_Records provided_:
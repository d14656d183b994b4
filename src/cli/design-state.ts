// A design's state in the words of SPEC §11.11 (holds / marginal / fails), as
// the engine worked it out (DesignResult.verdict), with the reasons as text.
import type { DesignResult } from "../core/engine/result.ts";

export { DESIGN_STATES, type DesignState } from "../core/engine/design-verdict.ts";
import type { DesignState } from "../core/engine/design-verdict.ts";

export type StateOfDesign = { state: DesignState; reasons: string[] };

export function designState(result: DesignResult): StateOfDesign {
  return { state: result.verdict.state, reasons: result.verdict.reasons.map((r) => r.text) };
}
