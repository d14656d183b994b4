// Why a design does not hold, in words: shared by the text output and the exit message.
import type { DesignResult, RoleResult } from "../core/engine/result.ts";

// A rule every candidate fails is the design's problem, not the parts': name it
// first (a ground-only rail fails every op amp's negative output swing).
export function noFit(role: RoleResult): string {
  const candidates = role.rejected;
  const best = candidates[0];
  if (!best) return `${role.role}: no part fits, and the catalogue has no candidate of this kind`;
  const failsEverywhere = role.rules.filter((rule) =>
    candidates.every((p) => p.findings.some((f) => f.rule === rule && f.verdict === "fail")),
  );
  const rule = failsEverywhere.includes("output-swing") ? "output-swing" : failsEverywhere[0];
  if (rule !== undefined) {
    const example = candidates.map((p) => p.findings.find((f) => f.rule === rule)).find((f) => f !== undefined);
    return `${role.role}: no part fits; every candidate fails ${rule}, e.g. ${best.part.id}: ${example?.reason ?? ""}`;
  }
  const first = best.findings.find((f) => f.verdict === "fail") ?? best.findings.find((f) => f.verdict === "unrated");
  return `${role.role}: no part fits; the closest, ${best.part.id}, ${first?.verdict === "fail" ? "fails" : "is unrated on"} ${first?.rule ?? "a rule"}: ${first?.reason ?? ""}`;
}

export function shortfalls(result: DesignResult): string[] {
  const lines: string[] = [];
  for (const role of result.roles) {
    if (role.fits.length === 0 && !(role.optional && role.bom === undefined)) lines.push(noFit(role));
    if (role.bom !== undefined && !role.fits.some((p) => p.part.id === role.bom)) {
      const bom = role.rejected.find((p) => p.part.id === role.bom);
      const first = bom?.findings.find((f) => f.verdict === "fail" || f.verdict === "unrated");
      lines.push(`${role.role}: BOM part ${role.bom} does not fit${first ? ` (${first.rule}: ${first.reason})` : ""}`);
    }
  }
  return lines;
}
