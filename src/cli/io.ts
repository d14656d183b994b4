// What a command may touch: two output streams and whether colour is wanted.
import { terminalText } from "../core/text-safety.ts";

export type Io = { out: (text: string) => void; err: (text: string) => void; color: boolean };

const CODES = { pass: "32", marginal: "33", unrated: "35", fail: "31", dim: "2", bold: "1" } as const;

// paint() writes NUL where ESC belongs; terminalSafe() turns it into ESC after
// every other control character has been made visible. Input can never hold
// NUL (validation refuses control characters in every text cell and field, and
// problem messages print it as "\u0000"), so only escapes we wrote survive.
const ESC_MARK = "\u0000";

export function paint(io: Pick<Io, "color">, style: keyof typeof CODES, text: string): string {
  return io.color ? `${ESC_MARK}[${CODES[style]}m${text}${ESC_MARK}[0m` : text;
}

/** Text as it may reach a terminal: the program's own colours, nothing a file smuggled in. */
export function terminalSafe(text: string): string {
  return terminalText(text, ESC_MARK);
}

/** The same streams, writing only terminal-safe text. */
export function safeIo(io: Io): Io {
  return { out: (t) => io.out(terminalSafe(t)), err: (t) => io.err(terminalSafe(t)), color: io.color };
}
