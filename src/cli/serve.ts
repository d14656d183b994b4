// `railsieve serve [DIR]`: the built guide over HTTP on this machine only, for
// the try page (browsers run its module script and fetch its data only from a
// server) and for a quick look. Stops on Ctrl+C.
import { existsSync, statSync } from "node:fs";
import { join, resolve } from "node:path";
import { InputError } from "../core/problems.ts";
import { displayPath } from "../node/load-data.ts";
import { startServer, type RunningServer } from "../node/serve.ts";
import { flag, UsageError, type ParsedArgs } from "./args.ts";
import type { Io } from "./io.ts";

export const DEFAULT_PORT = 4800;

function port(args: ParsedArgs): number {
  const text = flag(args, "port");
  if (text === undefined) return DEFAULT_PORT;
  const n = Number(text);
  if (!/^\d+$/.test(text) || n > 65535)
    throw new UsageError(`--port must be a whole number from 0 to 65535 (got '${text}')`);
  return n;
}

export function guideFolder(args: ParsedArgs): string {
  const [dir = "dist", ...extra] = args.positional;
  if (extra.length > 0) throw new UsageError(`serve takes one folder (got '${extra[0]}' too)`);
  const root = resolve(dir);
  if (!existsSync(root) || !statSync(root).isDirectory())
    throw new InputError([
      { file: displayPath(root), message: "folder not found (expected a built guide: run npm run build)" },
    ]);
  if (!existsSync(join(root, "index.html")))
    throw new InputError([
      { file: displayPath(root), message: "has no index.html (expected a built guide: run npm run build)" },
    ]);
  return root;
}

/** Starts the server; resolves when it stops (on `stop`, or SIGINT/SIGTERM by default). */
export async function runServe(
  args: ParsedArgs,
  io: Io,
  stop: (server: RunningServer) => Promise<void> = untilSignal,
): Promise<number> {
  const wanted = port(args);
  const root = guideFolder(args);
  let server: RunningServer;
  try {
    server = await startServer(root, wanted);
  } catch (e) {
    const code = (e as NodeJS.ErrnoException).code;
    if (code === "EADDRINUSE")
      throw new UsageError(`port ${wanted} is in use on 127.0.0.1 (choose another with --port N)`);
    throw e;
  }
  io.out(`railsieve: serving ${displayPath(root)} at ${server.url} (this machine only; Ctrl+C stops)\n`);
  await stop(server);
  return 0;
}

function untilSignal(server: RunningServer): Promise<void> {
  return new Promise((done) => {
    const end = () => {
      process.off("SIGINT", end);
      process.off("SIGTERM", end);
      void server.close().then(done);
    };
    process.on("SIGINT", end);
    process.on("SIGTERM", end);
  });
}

==

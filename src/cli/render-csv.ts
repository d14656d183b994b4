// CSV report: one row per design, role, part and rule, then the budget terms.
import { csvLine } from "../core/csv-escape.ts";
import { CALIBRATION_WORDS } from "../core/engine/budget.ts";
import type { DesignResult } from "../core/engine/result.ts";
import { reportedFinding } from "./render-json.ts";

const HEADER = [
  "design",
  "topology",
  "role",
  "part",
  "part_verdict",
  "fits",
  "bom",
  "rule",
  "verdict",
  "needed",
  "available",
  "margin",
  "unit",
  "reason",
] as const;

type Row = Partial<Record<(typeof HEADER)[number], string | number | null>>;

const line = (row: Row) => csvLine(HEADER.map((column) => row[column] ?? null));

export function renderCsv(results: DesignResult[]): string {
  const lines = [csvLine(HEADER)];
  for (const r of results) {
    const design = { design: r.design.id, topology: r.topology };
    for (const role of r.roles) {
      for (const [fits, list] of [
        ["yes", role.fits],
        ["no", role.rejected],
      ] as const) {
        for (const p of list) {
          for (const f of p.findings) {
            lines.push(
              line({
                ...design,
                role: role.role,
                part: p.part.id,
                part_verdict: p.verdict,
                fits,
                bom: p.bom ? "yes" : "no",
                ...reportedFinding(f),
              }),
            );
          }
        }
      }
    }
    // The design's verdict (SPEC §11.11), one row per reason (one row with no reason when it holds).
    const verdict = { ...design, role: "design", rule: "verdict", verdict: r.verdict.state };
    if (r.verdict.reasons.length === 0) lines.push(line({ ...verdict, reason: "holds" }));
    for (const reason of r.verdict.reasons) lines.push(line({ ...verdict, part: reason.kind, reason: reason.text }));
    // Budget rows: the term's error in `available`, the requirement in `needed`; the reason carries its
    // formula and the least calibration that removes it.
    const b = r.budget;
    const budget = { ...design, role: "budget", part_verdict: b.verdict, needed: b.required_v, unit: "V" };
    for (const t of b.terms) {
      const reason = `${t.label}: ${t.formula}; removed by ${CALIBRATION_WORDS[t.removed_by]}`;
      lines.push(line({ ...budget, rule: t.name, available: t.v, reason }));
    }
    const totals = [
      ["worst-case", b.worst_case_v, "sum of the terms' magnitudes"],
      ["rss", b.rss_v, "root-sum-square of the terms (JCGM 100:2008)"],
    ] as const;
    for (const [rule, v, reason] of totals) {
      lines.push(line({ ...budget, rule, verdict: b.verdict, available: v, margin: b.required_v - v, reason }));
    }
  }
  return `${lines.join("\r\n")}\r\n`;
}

...

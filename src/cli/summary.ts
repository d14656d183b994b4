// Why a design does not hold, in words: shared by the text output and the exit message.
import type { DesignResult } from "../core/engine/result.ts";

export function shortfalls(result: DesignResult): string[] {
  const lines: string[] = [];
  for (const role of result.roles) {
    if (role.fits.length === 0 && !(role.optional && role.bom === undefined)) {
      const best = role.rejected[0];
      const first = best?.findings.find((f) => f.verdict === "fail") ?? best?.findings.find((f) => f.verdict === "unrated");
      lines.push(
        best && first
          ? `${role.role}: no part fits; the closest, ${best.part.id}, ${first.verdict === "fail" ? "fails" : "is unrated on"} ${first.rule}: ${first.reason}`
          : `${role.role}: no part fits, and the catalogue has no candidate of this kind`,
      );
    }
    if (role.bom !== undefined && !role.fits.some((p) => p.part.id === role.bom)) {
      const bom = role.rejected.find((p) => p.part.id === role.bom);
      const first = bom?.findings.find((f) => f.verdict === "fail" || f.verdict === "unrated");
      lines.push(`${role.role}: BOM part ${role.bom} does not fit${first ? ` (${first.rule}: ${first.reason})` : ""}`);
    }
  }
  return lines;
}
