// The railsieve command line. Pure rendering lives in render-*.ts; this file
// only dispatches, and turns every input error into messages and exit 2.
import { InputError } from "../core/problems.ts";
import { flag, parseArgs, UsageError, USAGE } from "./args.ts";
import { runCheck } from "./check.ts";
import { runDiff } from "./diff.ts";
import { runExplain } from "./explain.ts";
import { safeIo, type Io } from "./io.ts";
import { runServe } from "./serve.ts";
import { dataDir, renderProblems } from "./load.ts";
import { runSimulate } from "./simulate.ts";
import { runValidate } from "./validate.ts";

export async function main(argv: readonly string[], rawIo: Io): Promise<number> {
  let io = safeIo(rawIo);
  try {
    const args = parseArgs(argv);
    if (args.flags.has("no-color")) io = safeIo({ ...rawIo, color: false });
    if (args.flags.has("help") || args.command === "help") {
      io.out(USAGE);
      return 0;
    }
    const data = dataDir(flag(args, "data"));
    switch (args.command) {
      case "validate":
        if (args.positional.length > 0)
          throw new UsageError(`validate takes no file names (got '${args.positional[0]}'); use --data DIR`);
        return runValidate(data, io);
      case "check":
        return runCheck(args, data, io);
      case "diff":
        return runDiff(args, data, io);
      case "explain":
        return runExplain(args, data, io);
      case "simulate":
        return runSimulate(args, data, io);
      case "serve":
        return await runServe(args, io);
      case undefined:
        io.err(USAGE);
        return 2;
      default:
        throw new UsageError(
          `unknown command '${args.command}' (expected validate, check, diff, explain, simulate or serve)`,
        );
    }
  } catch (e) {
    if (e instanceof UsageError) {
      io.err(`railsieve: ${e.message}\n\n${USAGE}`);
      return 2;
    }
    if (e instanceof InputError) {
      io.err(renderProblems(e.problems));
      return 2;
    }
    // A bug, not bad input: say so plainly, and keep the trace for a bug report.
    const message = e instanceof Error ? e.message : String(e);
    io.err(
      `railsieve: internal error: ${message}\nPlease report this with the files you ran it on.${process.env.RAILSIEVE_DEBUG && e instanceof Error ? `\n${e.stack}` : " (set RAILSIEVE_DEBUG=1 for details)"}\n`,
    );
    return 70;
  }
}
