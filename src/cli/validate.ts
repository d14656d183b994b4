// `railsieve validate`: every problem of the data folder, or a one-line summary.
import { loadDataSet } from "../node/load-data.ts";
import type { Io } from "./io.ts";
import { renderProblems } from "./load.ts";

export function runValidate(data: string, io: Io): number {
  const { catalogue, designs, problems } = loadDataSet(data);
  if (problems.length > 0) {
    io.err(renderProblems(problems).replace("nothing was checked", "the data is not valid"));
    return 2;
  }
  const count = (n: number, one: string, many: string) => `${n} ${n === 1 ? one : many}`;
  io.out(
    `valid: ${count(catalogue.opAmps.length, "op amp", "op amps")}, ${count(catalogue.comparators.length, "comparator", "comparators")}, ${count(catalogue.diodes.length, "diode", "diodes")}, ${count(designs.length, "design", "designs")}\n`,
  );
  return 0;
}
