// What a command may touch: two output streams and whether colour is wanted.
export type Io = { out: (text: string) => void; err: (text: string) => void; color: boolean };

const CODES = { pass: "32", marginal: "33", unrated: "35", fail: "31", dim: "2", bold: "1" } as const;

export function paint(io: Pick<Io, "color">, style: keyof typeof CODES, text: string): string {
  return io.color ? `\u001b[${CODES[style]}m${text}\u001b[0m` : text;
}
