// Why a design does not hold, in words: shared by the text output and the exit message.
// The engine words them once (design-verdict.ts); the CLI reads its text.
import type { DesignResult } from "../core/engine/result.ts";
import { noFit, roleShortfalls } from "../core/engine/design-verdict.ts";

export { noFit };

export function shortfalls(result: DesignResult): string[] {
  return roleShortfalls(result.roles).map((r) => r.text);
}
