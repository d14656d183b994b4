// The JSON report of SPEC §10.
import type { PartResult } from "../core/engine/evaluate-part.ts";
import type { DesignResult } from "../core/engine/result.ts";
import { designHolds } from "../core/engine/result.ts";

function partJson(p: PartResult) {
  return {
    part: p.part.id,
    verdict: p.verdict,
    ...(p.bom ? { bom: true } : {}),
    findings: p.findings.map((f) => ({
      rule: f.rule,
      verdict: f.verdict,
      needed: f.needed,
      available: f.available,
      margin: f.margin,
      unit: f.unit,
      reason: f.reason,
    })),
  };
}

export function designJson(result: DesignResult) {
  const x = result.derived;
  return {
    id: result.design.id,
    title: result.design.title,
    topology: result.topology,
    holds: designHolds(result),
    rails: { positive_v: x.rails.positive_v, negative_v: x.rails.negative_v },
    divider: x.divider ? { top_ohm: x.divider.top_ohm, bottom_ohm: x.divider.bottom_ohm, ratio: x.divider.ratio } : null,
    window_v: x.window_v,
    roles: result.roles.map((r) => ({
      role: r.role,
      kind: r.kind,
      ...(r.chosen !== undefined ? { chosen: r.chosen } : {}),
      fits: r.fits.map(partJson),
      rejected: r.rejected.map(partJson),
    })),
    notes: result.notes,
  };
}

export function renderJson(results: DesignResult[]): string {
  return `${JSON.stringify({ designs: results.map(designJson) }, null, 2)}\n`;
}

_Prompt_: If a line above includes the string "nothing", pick it out.

_Response_:
/** Text as it may reach a terminal: the program's own colours, nothing a file smuggled in. */
    io.err(renderProblems(problems).replace("nothing was checked", "the data is not valid"));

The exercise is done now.